*** Task material ***
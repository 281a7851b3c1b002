package operator

import (
	"bytes"
	"crypto/subtle"
	"encoding/json"
	"errors"
	"fmt"
	"io"
	"math"
	"net/http"
	"os"
	"path/filepath"
	"strconv"
	"strings"
	"sync"
	"time"

	"stopgap/filter"
	"stopgap/stream/console"
)

// The operator control log: what the operator commanded, recorded by the
// relay beside its recording so that a fit (and later the motion model) can
// use it.
//
// The operator station POSTs its inputs to the relay's /api/controls with
// the console's bearer token, as JSON objects of at most MaxControlBytes,
// one per line (Content-Type application/json or application/x-ndjson; up
// to MaxControlsPerPost lines per request, so a station sampling at 60 Hz
// can batch a few samples per request):
//
//	{"t_us": 1712345678901234, "operator": "alice", "steer_rad": -0.021, "throttle": 0.3, "brake": 0}
//	{"t_us": 1712345678921234, "operator": "alice", "steer_rad": -0.020, "speed_mps": 8.5}
//
// operator is the name of the operator profile driving (required; the
// relay rejects names that are not profiles). t_us is when the input was
// sampled (sent), microseconds on the operator
// station's clock; steer_rad the commanded front road-wheel angle in
// radians, positive to the left (ISO 8855), within ±MaxSteerRad; throttle
// and brake the pedal positions in [0, 1]; speed_mps the commanded
// longitudinal speed, within ±MaxCommandSpeedMps (a station whose vehicle
// takes a speed set-point sends it; the motion model then uses it). t_us,
// steer_rad and either both pedals or speed_mps (or all three) are
// required. The relay
// answers {"accepted": n, "rejected": m} (and "error" for the first
// rejected line); a bad line never stops the others. Lines are rejected and
// counted (ControlCounts) for a bad token, malformed or out-of-range values
// (JSON has no NaN: a NaN is malformed), an operator with no profile, and a
// t_us not after the same operator's previous one.
//
// ControlsFile (CSV, one header line, no quoting) gets one row per accepted
// sample, in arrival order:
//
//	t_us,t_arrival_us,steer_rad,throttle,brake,speed_mps
//
// with throttle and brake, or speed_mps, blank when the sample had none
// (files written before speed_mps and operator existed lack those columns).
// t_arrival_us is when the relay received it, microseconds on the receiver
// (relay) clock, the clock of arrivals.csv's deadlines: a fit lines controls
// up with the display ticks by t_arrival_us (on a station next to the relay
// the transfer takes milliseconds); t_us orders samples within a batch and
// is what a motion model fed with commanded steering would use once the
// station's clock is mapped to the vehicle's.
const (
	ControlsFile       = "controls.csv"
	ControlsHeader     = "t_us,t_arrival_us,steer_rad,throttle,brake,speed_mps,operator"
	MaxControlBytes    = 1024
	MaxControlsPerPost = 64
	// MaxSteerRad bounds a commanded road-wheel angle: 90 degrees, beyond
	// any vehicle's steering lock.
	MaxSteerRad = math.Pi / 2
	// MaxCommandSpeedMps bounds a commanded speed: 120 m/s (432 km/h).
	MaxCommandSpeedMps = 120
)

// requiredColumns are the ControlsFile columns every file has.
var requiredColumns = []string{"t_us", "t_arrival_us", "steer_rad", "throttle", "brake"}

// ErrBadControl is wrapped by errors about a control message or row.
var ErrBadControl = errors.New("operator: bad control sample")

// Control is one operator input sample; see ControlsFile.
type Control struct {
	TUs       int64   `json:"t_us"`
	Operator  string  `json:"operator"` // operator profile name; "" in files made before it existed
	SteerRad  float64 `json:"steer_rad"`
	Throttle  float64 `json:"throttle"` // used only if HasPedals
	Brake     float64 `json:"brake"`    // used only if HasPedals
	HasPedals bool    `json:"-"`
	SpeedMps  float64 `json:"speed_mps"` // commanded speed; used only if HasSpeed
	HasSpeed  bool    `json:"-"`
	ArrivalUs int64   `json:"-"` // receiver clock; set by the relay
}

// Command returns c as the motion filter's control input: the commanded
// road-wheel angle and, if given, speed, sent at TUs. TUs is taken as on
// the vehicle clock: the station's clock must be synchronised with the
// vehicle's. The pedals are not a command the model follows.
func (c Control) Command() filter.Command {
	return filter.Command{TimeUs: c.TUs, SteerRad: c.SteerRad, SpeedMps: c.SpeedMps, HasSpeed: c.HasSpeed}
}

// check validates the ranges.
func (c Control) check() error {
	switch {
	case c.TUs <= 0:
		return fmt.Errorf("%w: t_us %d; want microseconds > 0 on the station's clock", ErrBadControl, c.TUs)
	case !(math.Abs(c.SteerRad) <= MaxSteerRad):
		return fmt.Errorf("%w: steer_rad %v; want radians within ±%.4g", ErrBadControl, c.SteerRad, MaxSteerRad)
	case !c.HasPedals && !c.HasSpeed:
		return fmt.Errorf("%w: neither pedals (throttle and brake) nor speed_mps; send one of them", ErrBadControl)
	case c.HasPedals && !(c.Throttle >= 0 && c.Throttle <= 1):
		return fmt.Errorf("%w: throttle %v; want a pedal position in [0, 1]", ErrBadControl, c.Throttle)
	case c.HasPedals && !(c.Brake >= 0 && c.Brake <= 1):
		return fmt.Errorf("%w: brake %v; want a pedal position in [0, 1]", ErrBadControl, c.Brake)
	case c.HasSpeed && !(math.Abs(c.SpeedMps) <= MaxCommandSpeedMps):
		return fmt.Errorf("%w: speed_mps %v; want m/s within ±%d", ErrBadControl, c.SpeedMps, MaxCommandSpeedMps)
	}
	return nil
}

// DecodeControl decodes one control message strictly: one JSON object of at
// most MaxControlBytes with the keys t_us and steer_rad, throttle and brake
// (both or neither) and speed_mps (optional if the pedals are given), no
// other key, values in range.
func DecodeControl(data []byte) (Control, error) {
	if len(data) > MaxControlBytes {
		return Control{}, fmt.Errorf("%w: %d bytes, at most %d", ErrBadControl, len(data), MaxControlBytes)
	}
	var raw struct {
		TUs      *int64   `json:"t_us"`
		Operator *string  `json:"operator"`
		SteerRad *float64 `json:"steer_rad"`
		Throttle *float64 `json:"throttle"`
		Brake    *float64 `json:"brake"`
		SpeedMps *float64 `json:"speed_mps"`
	}
	dec := json.NewDecoder(bytes.NewReader(data))
	dec.DisallowUnknownFields()
	if err := dec.Decode(&raw); err != nil {
		return Control{}, fmt.Errorf("%w: %v; send {\"t_us\", \"steer_rad\", \"throttle\", \"brake\"} and/or \"speed_mps\"", ErrBadControl, err)
	}
	if _, err := dec.Token(); err != io.EOF {
		return Control{}, fmt.Errorf("%w: extra data after the JSON object", ErrBadControl)
	}
	if raw.Operator == nil {
		return Control{}, fmt.Errorf("%w: operator is required: the name of your operator profile", ErrBadControl)
	}
	if raw.TUs == nil || raw.SteerRad == nil || (raw.Throttle == nil) != (raw.Brake == nil) || (raw.Throttle == nil && raw.SpeedMps == nil) {
		return Control{}, fmt.Errorf("%w: t_us, steer_rad and throttle and brake (or speed_mps) are required", ErrBadControl)
	}
	if err := console.CheckProfileName(*raw.Operator); err != nil {
		return Control{}, fmt.Errorf("%w: operator: %v", ErrBadControl, err)
	}
	c := Control{TUs: *raw.TUs, Operator: *raw.Operator, SteerRad: *raw.SteerRad}
	if raw.Throttle != nil {
		c.Throttle, c.Brake, c.HasPedals = *raw.Throttle, *raw.Brake, true
	}
	if raw.SpeedMps != nil {
		c.SpeedMps, c.HasSpeed = *raw.SpeedMps, true
	}
	return c, c.check()
}

// AppendJSON appends c as a control message (the inverse of DecodeControl).
func (c Control) AppendJSON(b []byte) []byte {
	b = append(b, `{"t_us":`...)
	b = strconv.AppendInt(b, c.TUs, 10)
	b = append(b, `,"operator":`...)
	b = strconv.AppendQuote(b, c.Operator)
	b = append(b, `,"steer_rad":`...)
	b = strconv.AppendFloat(b, c.SteerRad, 'g', -1, 64)
	if c.HasPedals {
		b = append(b, `,"throttle":`...)
		b = strconv.AppendFloat(b, c.Throttle, 'g', -1, 64)
		b = append(b, `,"brake":`...)
		b = strconv.AppendFloat(b, c.Brake, 'g', -1, 64)
	}
	if c.HasSpeed {
		b = append(b, `,"speed_mps":`...)
		b = strconv.AppendFloat(b, c.SpeedMps, 'g', -1, 64)
	}
	return append(b, '}')
}

// appendRow appends c as a ControlsFile row with its newline.
func (c Control) appendRow(b []byte) []byte {
	b = strconv.AppendInt(b, c.TUs, 10)
	b = append(b, ',')
	b = strconv.AppendInt(b, c.ArrivalUs, 10)
	b = append(b, ',')
	b = strconv.AppendFloat(b, c.SteerRad, 'g', -1, 64)
	for _, v := range []struct {
		x  float64
		ok bool
	}{{c.Throttle, c.HasPedals}, {c.Brake, c.HasPedals}, {c.SpeedMps, c.HasSpeed}} {
		b = append(b, ',')
		if v.ok {
			b = strconv.AppendFloat(b, v.x, 'g', -1, 64)
		}
	}
	b = append(b, ',')
	b = append(b, c.Operator...)
	return append(b, '\n')
}

// ControlsWriter appends rows to a recording's ControlsFile. Each row is one
// write(2) on a file opened for appending, so a crash leaves at most a torn
// last line, which ReadControls skips. Safe for concurrent use.
type ControlsWriter struct {
	mu   sync.Mutex
	f    *os.File
	line []byte
	path string
}

// CreateControls creates dir/ControlsFile (it must not exist) and writes the
// header.
func CreateControls(dir string) (*ControlsWriter, error) {
	path := filepath.Join(dir, ControlsFile)
	f, err := os.OpenFile(path, os.O_WRONLY|os.O_CREATE|os.O_EXCL|os.O_APPEND, 0o644)
	if err != nil {
		return nil, fmt.Errorf("operator: control log: %w", err)
	}
	if _, err := f.WriteString(ControlsHeader + "\n"); err != nil {
		f.Close()
		return nil, fmt.Errorf("operator: control log %s: %w", path, err)
	}
	return &ControlsWriter{f: f, path: path}, nil
}

// Write appends one row.
func (w *ControlsWriter) Write(c Control) error {
	w.mu.Lock()
	defer w.mu.Unlock()
	if w.f == nil {
		return fmt.Errorf("operator: control log %s is closed", w.path)
	}
	w.line = c.appendRow(w.line[:0])
	if _, err := w.f.Write(w.line); err != nil {
		return fmt.Errorf("operator: control log %s: %w", w.path, err)
	}
	return nil
}

// Close syncs and closes the file.
func (w *ControlsWriter) Close() error {
	w.mu.Lock()
	defer w.mu.Unlock()
	if w.f == nil {
		return nil
	}
	err := w.f.Sync()
	if cerr := w.f.Close(); err == nil {
		err = cerr
	}
	w.f = nil
	return err
}

// ReadControls reads a ControlsFile.
func ReadControls(path string) ([]Control, error) {
	data, err := os.ReadFile(path)
	if err != nil {
		return nil, fmt.Errorf("operator: control log: %w", err)
	}
	return ParseControls(path, data)
}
*** End of Task material ***
• Problem to solve: With the line holding "if _, err := dec.Token();" as the first and the line holding "if raw.Throttle != nil" as the last, set down that range of the entries above exactly, and nothing else.

• Answer below:
	if _, err := dec.Token(); err != io.EOF {
		return Control{}, fmt.Errorf("%w: extra data after the JSON object", ErrBadControl)
	}
	if raw.Operator == nil {
		return Control{}, fmt.Errorf("%w: operator is required: the name of your operator profile", ErrBadControl)
	}
	if raw.TUs == nil || raw.SteerRad == nil || (raw.Throttle == nil) != (raw.Brake == nil) || (raw.Throttle == nil && raw.SpeedMps == nil) {
		return Control{}, fmt.Errorf("%w: t_us, steer_rad and throttle and brake (or speed_mps) are required", ErrBadControl)
	}
	if err := console.CheckProfileName(*raw.Operator); err != nil {
		return Control{}, fmt.Errorf("%w: operator: %v", ErrBadControl, err)
	}
	c := Control{TUs: *raw.TUs, Operator: *raw.Operator, SteerRad: *raw.SteerRad}
	if raw.Throttle != nil {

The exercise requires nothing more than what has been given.